- **What needs to be done**: What lines in the data hold the string "readonly"? Show them.
───── Data for analysis ─────
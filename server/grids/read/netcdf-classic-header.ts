import { NetCDFReader } from 'netcdfjs'
import { LayerRefused } from '../layer-refused'
import { readExactly } from './bytes'
import { classicHeaderLength, HeaderGoesOn } from './classic-header-length'
import { maxVariables } from './limits'
import { type NumberType, type RawAttribute, type RawAttributes, type RawVariable, typeBytes } from './raw-netcdf'

export interface ClassicVariable extends RawVariable {
  /** Where the variable (or its first record) begins in the file. */
  offset: number
  record: boolean
}

export interface ClassicHeader {
  variables: ClassicVariable[]
  attributes: RawAttributes
  /** Bytes from one record to the next. */
  recordBytes: number
}

const numberTypes: Record<string, NumberType> = {
  byte: 'i1', short: 'i2', int: 'i4', float: 'f4', double: 'f8',
}
const firstRead = 64 * 1024
const longestHeader = 16 * 1024 * 1024
const streaming = 0xffffffff

/** Parses the header from the first bytes and checks that everything it declares lies inside the file. */
export function readClassicHeader(descriptor: number, fileSize: number): ClassicHeader {
  const { header } = parse(descriptor, fileSize)
  const dimensions = header.dimensions ?? []
  if ((header.variables ?? []).length > maxVariables) {
    throw new LayerRefused('too-large', `The file declares more than ${maxVariables} variables.`, {})
  }
  const recordId = header.recordDimension.id
  const declared = (header.variables ?? []).map((variable) => {
    const type = numberTypes[variable.type] ?? null
    const sizes = variable.dimensions.map((id) => {
      const dimension = dimensions[id]
      if (!dimension) throw damaged(`${variable.name} names a dimension that does not exist`)
      return dimension
    })
    return { variable, type, sizes, record: recordId !== undefined && variable.dimensions[0] === recordId }
  })

  const bytesOf = ({ type, sizes, record }: (typeof declared)[number]): number => {
    const elements = sizes.slice(record ? 1 : 0).reduce((product, { size }) => product * size, 1)
    return elements * (type ? typeBytes[type] : 1)
  }
  const padded = (bytes: number) => Math.ceil(bytes / 4) * 4
  const records = declared.filter(({ record }) => record)
  // The format's one exception: a single record variable is not padded.
  const recordBytes =
    records.length === 1 ? bytesOf(records[0]!) : records.reduce((sum, item) => sum + padded(bytesOf(item)), 0)
  const firstRecord = Math.min(...records.map(({ variable }) => variable.offset))
  const recordCount =
    header.recordDimension.length === streaming
      ? Math.max(0, Math.floor((fileSize - firstRecord) / Math.max(1, recordBytes)))
      : header.recordDimension.length

  for (const item of declared) {
    const bytes = bytesOf(item)
    const steps = item.record ? recordCount : 1
    const end = steps === 0 ? 0 : item.variable.offset + (steps - 1) * recordBytes + bytes
    if (!Number.isSafeInteger(end)) throw damaged(`${item.variable.name} declares an impossible size`)
    if (end > fileSize) {
      throw new LayerRefused(
        'truncated',
        `This file is not whole: ${item.variable.name} should reach to byte ${end}, but the file has ${fileSize}.`,
        { variable: item.variable.name, neededBytes: end, fileSize },
      )
    }
  }

  return {
    recordBytes,
    attributes: attributesOf(header.globalAttributes ?? []),
    variables: declared.map(({ variable, type, sizes, record }) => ({
      name: utf8(variable.name),
      type,
      dimensions: sizes.map(({ name, size }, index) => ({
        name: utf8(name),
        size: record && index === 0 ? recordCount : size,
      })),
      attributes: attributesOf(variable.attributes),
      offset: variable.offset,
      record,
    })),
  }
}

function parse(descriptor: number, fileSize: number): NetCDFReader {
  for (let length = firstRead; ; length *= 4) {
    const size = Math.min(length, fileSize, longestHeader)
    const bytes = readExactly(descriptor, 0, size)
    try {
      return new NetCDFReader(bytes.subarray(0, classicHeaderLength(bytes)))
    } catch (error) {
      if (!(error instanceof HeaderGoesOn)) throw refused(error)
      if (size === fileSize) {
        throw new LayerRefused(
          'truncated',
          'This NetCDF file ends inside its header; it was probably not sent whole.',
          { fileSize },
          { cause: error },
        )
      }
      if (size === longestHeader) throw damaged('it does not end')
    }
  }
}

function refused(error: unknown): LayerRefused {
  const reason = error instanceof Error ? error.message : String(error)
  if (!/4GB/.test(reason)) return damaged(reason, error)
  return new LayerRefused(
    'unsupported-encoding',
    'Parts of this classic NetCDF file lie beyond 4 GB, which Offing cannot read yet; save it as NetCDF-4.',
    {},
    { cause: error },
  )
}

function damaged(reason: string, cause?: unknown): LayerRefused {
  return new LayerRefused('damaged', `The header of this NetCDF file is damaged: ${reason}.`, { reason }, { cause })
}

function attributesOf(list: readonly { name: string; type: string; value: unknown }[]): RawAttributes {
  const attributes = new Map<string, RawAttribute>()
  for (const { name, type, value } of list) {
    if (typeof value === 'string') attributes.set(utf8(name), { type: 'text', value: utf8(value).replace(/\0+$/, '') })
    else {
      const numbers = (Array.isArray(value) ? value : [value]).map(Number)
      // The parser answers bytes as unsigned; in the file they are signed.
      const signed = type === 'byte' ? numbers.map((byte) => (byte > 127 ? byte - 256 : byte)) : numbers
      if (signed.length === 0) continue
      attributes.set(utf8(name), {
        type: numberTypes[type] ?? 'f8',
        value: signed.length === 1 ? signed[0]! : signed,
      })
    }
  }
  return attributes
}

/** The parser reads text byte by byte; names and attributes are UTF-8. Text that is not stays as it was. */
function utf8(text: string): string {
  const decoded = Buffer.from(text, 'latin1').toString('utf8')
  return decoded.includes('\ufffd') ? text : decoded
}
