//! What may be said on the command line, in the order and the words in which a machinist would look
//! for it. Nothing is judged here: [`super::request`] decides whether what was said makes sense.

use std::path::PathBuf;

use clap::{ArgAction, Args, CommandFactory, Parser, Subcommand, ValueEnum};

/// Which edge will the cutter really leave? Held against the drawing.
///
/// Give a drawing, a cutter and a program. The edge that the moving cutter leaves is computed as exact
/// lines and arcs and held against the drawing, both ways: where the cutter bites into the part, and
/// where it leaves material standing. Each fault is named with its size, place, block, cause and remedy.
#[derive(Debug, Parser)]
#[command(name = "sweptedge", version, about = "Which edge will the cutter really leave? Checks it against the drawing", long_about, max_term_width = 100, after_help = FOOT)]
pub struct Cli {
    /// What to do.
    #[command(subcommand)]
    pub command: Command,
}

impl Cli {
    /// The command line's definition. For the short help every option stands in one list, so that it fits
    /// the screen of a classic terminal; the long help sorts them under headings.
    pub fn definition(short_help: bool) -> clap::Command {
        let plain = |a: clap::Arg| a.help_heading(None::<&str>);
        let definition = Self::command();
        if !short_help {
            return definition;
        }
        let names: Vec<String> = definition.get_subcommands().map(|s| s.get_name().to_owned()).collect();
        names.into_iter().fold(definition, |all, name| all.mut_subcommand(name, |sub| sub.mut_args(plain)))
    }
}

const FOOT: &str = "\
Examples:
  sweptedge check follower.toml
  sweptedge check --part plate.dxf --program plate.nc --diameter 10
  sweptedge inspect plate.dxf plate.nc

Exit status: 0 pass, 1 fail or undecided, 2 could not judge (nothing written).
Only the geometry of a round tool is judged. A pass is no release to run.";

/// What to do.
#[derive(Debug, Subcommand)]
pub enum Command {
    /// Judge a program against a drawing
    ///
    /// Exit status: 0 pass, 1 fail or undecided, 2 could not judge.
    Check(Box<CheckArgs>),
    /// Write the edge that the program leaves, without a drawing
    Envelope(Box<EnvelopeArgs>),
    /// Say what was understood of drawings and programs
    Inspect(InspectArgs),
    /// Print the JSON Schema of a report, a job file or an edge
    ///
    /// For scripts that read what --json writes, and for editors that check job files.
    Schema {
        /// Which one
        #[arg(value_enum)]
        which: SchemaName,
    },
}

/// Which schema.
#[derive(Clone, Copy, Debug, PartialEq, Eq, ValueEnum)]
pub enum SchemaName {
    /// What `check --json` writes
    Report,
    /// A job file, in its JSON form
    Job,
    /// What `envelope --json` writes
    Envelope,
}

/// When to colour the text.
#[derive(Clone, Copy, Debug, PartialEq, Eq, Default, ValueEnum)]
pub enum ColorWhen {
    /// On a terminal, unless NO_COLOR is set
    #[default]
    Auto,
    /// Always
    Always,
    /// Never
    Never,
}

/// A length unit by its sign.
#[derive(Clone, Copy, Debug, PartialEq, Eq, ValueEnum)]
pub enum UnitName {
    /// Millimetres
    Mm,
    /// Inches
    In,
}

/// Which side of the contour is material.
#[derive(Clone, Copy, Debug, PartialEq, Eq, Default, ValueEnum)]
pub enum KeepName {
    /// Inside of the outermost loop: an outside profile
    Inside,
    /// Outside of it: a pocket or an opening
    Outside,
    /// Left of an open chain, seen in its own direction
    Left,
    /// Right of it
    Right,
    /// The side on which the cutting moves' centers do not run
    #[default]
    Auto,
}

/// What has to be cut.
#[derive(Clone, Copy, Debug, PartialEq, Eq, Default, ValueEnum)]
pub enum ClearName {
    /// The contour only
    #[default]
    Wall,
    /// The whole open area, as on a pocket's floor
    Area,
}

/// Which coordinate a mirroring reverses.
#[derive(Clone, Copy, Debug, PartialEq, Eq, ValueEnum)]
pub enum MirrorName {
    /// Left and right change places: x becomes -x
    X,
    /// Up and down change places: y becomes -y
    Y,
}

/// How a program is written.
#[derive(Clone, Copy, Debug, PartialEq, Eq, Default, ValueEnum)]
pub enum ProgramFormatName {
    /// Words of ISO 6983: G1 X.. Y..
    #[default]
    Iso,
}

const MORE: &str = "More options and examples: --help";

const CHECK_FOOT: &str = "\
Examples:
  sweptedge check follower.toml                     everything stands in a job file
  sweptedge check *.toml --quiet                    a whole folder: the worst exit status counts
  sweptedge check --part plate.dxf --program plate.nc --diameter 10 --tolerance 0.02
  sweptedge check --part pocket.svg --program pocket.nc -d 6 --clear area --svg picture.svg

Lengths are in --units, or else in the program's unit. What is said here goes before the job file.
Exit status: 0 pass, 1 fail or undecided, 2 could not judge (nothing written).";

/// `check`.
#[derive(Debug, Default, Args)]
#[command(after_help = MORE, after_long_help = CHECK_FOOT, disable_help_flag = true, allow_negative_numbers = true)]
pub struct CheckArgs {
    /// Job files: all a check needs, in TOML
    ///
    /// Each is judged; one that cannot be judged does not stop the others.
    #[arg(value_name = "JOB.toml")]
    pub jobs: Vec<PathBuf>,

    #[command(flatten)]
    pub part: PartArgs,
    #[command(flatten)]
    pub program: ProgramArgs,
    #[command(flatten)]
    pub limits: LimitArgs,

    /// Write the report as JSON (`-`: standard output)
    #[arg(long, value_name = "FILE", help_heading = "Output")]
    pub json: Option<PathBuf>,
    /// Write the picture as SVG
    #[arg(long, value_name = "FILE", help_heading = "Output")]
    pub svg: Option<PathBuf>,
    /// Write the swept edge as DXF polylines with bulges
    #[arg(long, value_name = "FILE", help_heading = "Output", hide_short_help = true)]
    pub dxf: Option<PathBuf>,
    /// Print nothing: the exit status tells
    #[arg(long, short, help_heading = "Output")]
    pub quiet: bool,
    /// When to color the report
    #[arg(
        long,
        value_name = "WHEN",
        default_value = "auto",
        value_enum,
        help_heading = "Output",
        hide_short_help = true
    )]
    pub color: ColorWhen,
    #[command(flatten)]
    pub running: RunningArgs,
    /// Print help; --help says more
    #[arg(long, short, action = ArgAction::Help, help_heading = "Output")]
    help: Option<bool>,
}

/// Most threads that may be asked for: more than any machine of a shop has cores.
const MOST_THREADS: i64 = 1024;

/// How the work is done.
#[derive(Clone, Copy, Debug, Default, Args)]
#[command(next_help_heading = "Output")]
pub struct RunningArgs {
    /// Use this many cores; the results are the same [default: all]
    #[arg(
        long,
        value_name = "N",
        value_parser = clap::value_parser!(u16).range(0..=MOST_THREADS),
        hide_short_help = true
    )]
    pub threads: Option<u16>,
    /// Tell the milliseconds of each stage on standard error
    #[arg(long, hide_short_help = true)]
    pub timings: bool,
}
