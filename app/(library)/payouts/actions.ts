"use server";

import { confirmPayoutRun, preparePayoutRun, releasePayoutRun, startPayee } from "@/lib/ledger";
import { action } from "@/lib/web";

const refresh = () => ["/payouts", "/sales"];

export const beginPayee = action(startPayee, { refresh: () => ["/payouts", "/statements"] });
export const prepareRun = action(preparePayoutRun, { refresh });
export const releaseRun = action(releasePayoutRun, { refresh });
export const confirmRun = action(confirmPayoutRun, { refresh });
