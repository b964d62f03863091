import type { DeliveryPage } from "@/components/deliveries/wire";
import { getDelivery } from "@/lib/deliveries";
import type { Actor } from "@/lib/kernel/actor";
import { Expected } from "@/lib/kernel/errors";
import { getCaseOfDelivery } from "@/lib/review";

/** One delivery as it travels to the browser. Contours that the browser has already are left out. */
export async function readDelivery(
  actor: Actor,
  deliveryId: string,
  have: readonly string[] = [],
): Promise<DeliveryPage> {
  const delivery = await getDelivery(actor, { deliveryId });
  const versions = delivery.versions.map((version) =>
    have.includes(version.id) ? { ...version, contour: null } : version,
  );
  const answer = { delivery: { ...delivery, versions }, caseOf: await caseOf(actor, deliveryId) };
  return JSON.parse(JSON.stringify(answer)) as DeliveryPage;
}

/** A co-writer sees the delivery, but a case is between its deliverer and the moderators. */
async function caseOf(actor: Actor, deliveryId: string) {
  if (actor.kind !== "composer" && actor.kind !== "owner" && actor.kind !== "staff") return null;
  try {
    return await getCaseOfDelivery(actor, { deliveryId });
  } catch (error) {
    if (error instanceof Expected && error.code === "not_found") return null;
    throw error;
  }
}
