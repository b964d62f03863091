import type { Metadata } from "next";
import { notFound, redirect } from "next/navigation";
import { countryOptions } from "@/app/(account)/company/countries";
import { PayeeStanding } from "@/components/ledger/payee-standing";
import { RunPayouts, RunSteps } from "@/components/ledger/payout-run";
import { payoutsHead } from "@/components/ledger/payouts-head";
import { RunActions } from "@/components/ledger/run-actions";
import { Empty } from "@/components/ui/empty";
import { fmt } from "@/components/ui/format";
import { AsideTitle, Page } from "@/components/ui/page";
import { HeadSentence, Section } from "@/components/ui/sentence";
import { isSignedIn } from "@/lib/kernel/actor";
import { getOwnPayee, getPayouts } from "@/lib/ledger";
import { viewer } from "@/lib/web";

export const metadata: Metadata = { title: "Payouts" };

export default async function PayoutsPage() {
  const { actor, roles } = await viewer();
  if (!isSignedIn(actor)) redirect("/sign-in?to=/payouts");
  const isOfMoney =
    actor.kind === "owner" ||
    actor.kind === "accountant" ||
    (actor.kind === "auditor" && actor.libraryId !== null) ||
    (actor.kind === "staff" && actor.granted.includes("payouts"));
  if (!isOfMoney) notFound();
  const { runs, due } = await getPayouts(actor, {});
  const libraryId = actor.kind === "accountant" ? actor.libraryId : null;
  const isMarketplace = actor.kind === "accountant" && actor.libraryId === null;
  const isPayeesOwn = actor.kind === "owner" || libraryId !== null;
  const aside = (
    <>
      {actor.kind === "accountant" && <RunActions due={due} libraryId={libraryId} runs={runs} />}
      {isPayeesOwn && (
        <>
          <AsideTitle>Where the library's payouts go</AsideTitle>
          <PayeeStanding
            countries={countryOptions()}
            payee={await getOwnPayee(actor, {})}
            suggestedName={runs[0]?.libraryName ?? ""}
          />
        </>
      )}
    </>
  );
  return (
    <Page {...(actor.kind === "accountant" || isPayeesOwn ? { aside, asideLabel: "Release and payee" } : {})}>
      <HeadSentence place={`Payouts, as ${roles.find((role) => role.current)?.label}`}>
        {payoutsHead(runs, isMarketplace)}
      </HeadSentence>
      {runs.length === 0 && (
        <div className="mt-8">
          <Empty>
            Payout runs stand here: who was paid what, who was carried forward and why, and the two people who
            released it. A library's accountant prepares one.
          </Empty>
        </div>
      )}
      {runs.map((run) => (
        <Section
          className="mt-8"
          head={`${isMarketplace ? `${run.libraryName}, ` : ""}${fmt.date(run.preparedAt, { weekday: true })}`}
          key={run.runId}
          note={run.currency}
        >
          <div className="grid gap-5 @wide:grid-cols-2 @wide:gap-10">
            <div>{run.state !== "withdrawn" && <RunPayouts run={run} />}</div>
            <RunSteps run={run} />
          </div>
        </Section>
      ))}
    </Page>
  );
}
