import { bigint, customType, datetime, json } from "drizzle-orm/mysql-core";

/** ASCII text compared byte for byte: ids, hashes, codes. The default collation would fold case. */
export const ascii = (length: number) =>
  customType<{ data: string; driverData: string }>({
    dataType: () => `varchar(${length}) character set ascii collate ascii_bin`,
  });

export const id = customType<{ data: string; driverData: string }>({
  dataType: () => "varchar(40) character set ascii collate ascii_bin",
});

/** drizzle's own binary columns come back as text; these keep their bytes. */
export const bytes = customType<{ data: Buffer; driverData: Buffer }>({
  dataType: () => "mediumblob",
  toDriver: (value) => value,
  fromDriver: (value) => value,
});

export const sha256 = ascii(64);

/** UTC with milliseconds; the session's zone is UTC. */
export const at = (name: string) => datetime(name, { fsp: 3, mode: "date" });

/** Integer amount in the currency's minor unit. */
export const minor = (name: string) => bigint(name, { mode: "bigint" });

export const jsonOf = <T>(name: string) => json(name).$type<T>();
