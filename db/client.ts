import { drizzle, type MySql2Database } from "drizzle-orm/mysql2";
import mysql from "mysql2/promise";
import { env } from "@/lib/kernel/env";

export type Db = MySql2Database<Record<string, never>>;
/** A transaction: handed out by a verb, never opened elsewhere. */
export type Tx = Parameters<Parameters<Db["transaction"]>[0]>[0];
/** Either: for reads that run inside or outside a transaction. */
export type Reader = Pick<Db, "select" | "selectDistinct" | "execute">;

const STATEMENT_SECONDS = 60;

function open(url: string): mysql.Pool {
  const pool = mysql.createPool({
    uri: url,
    connectionLimit: 12,
    supportBigNumbers: true,
    timezone: "Z",
    charset: "utf8mb4",
    connectTimeout: 5_000,
    enableKeepAlive: true,
  });
  pool.on("connection", (connection) => {
    connection.query(
      `SET SESSION time_zone='+00:00', tx_isolation='READ-COMMITTED', max_statement_time=${STATEMENT_SECONDS}`,
    );
  });
  return pool;
}

const holder = globalThis as { sedgewrenPool?: mysql.Pool; sedgewrenDb?: Db };

/** No relational schema is passed on purpose: relational queries emit LATERAL, which this database refuses. */
export function db(): Db {
  holder.sedgewrenPool ??= open(env.DATABASE_URL);
  holder.sedgewrenDb ??= drizzle(holder.sedgewrenPool);
  return holder.sedgewrenDb;
}

export async function closeDb(): Promise<void> {
  await holder.sedgewrenPool?.end();
  delete holder.sedgewrenPool;
  delete holder.sedgewrenDb;
}
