import type { Metadata } from "next";
import { notFound, redirect } from "next/navigation";
import { DeliveryDesk } from "@/components/deliveries/delivery-desk";
import { getAccount } from "@/lib/accounts";
import { isSignedIn } from "@/lib/kernel/actor";
import { businessNow } from "@/lib/kernel/clock";
import { Expected } from "@/lib/kernel/errors";
import { viewer } from "@/lib/web";
import { readDelivery } from "./read-delivery";

export const metadata: Metadata = { title: "Delivery" };

export default async function DeliveryPage({ params }: { params: Promise<{ id: string }> }) {
  const { id } = await params;
  const { actor, person } = await viewer();
  if (!person || !isSignedIn(actor)) redirect(`/sign-in?to=${encodeURIComponent(`/deliveries/${id}`)}`);
  const first = await readDelivery(actor, id).catch((error: unknown) => {
    if (error instanceof Expected && error.code === "not_found") return notFound();
    throw error;
  });
  const { timeZone } = await getAccount(actor, {});
  return <DeliveryDesk first={first} now={businessNow().getTime()} zone={timeZone} />;
}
─────
- **Exercise output**:
function attributesOf(list: readonly { name: string; type: string; value: unknown }[]): RawAttributes {
  have: readonly string[] = [],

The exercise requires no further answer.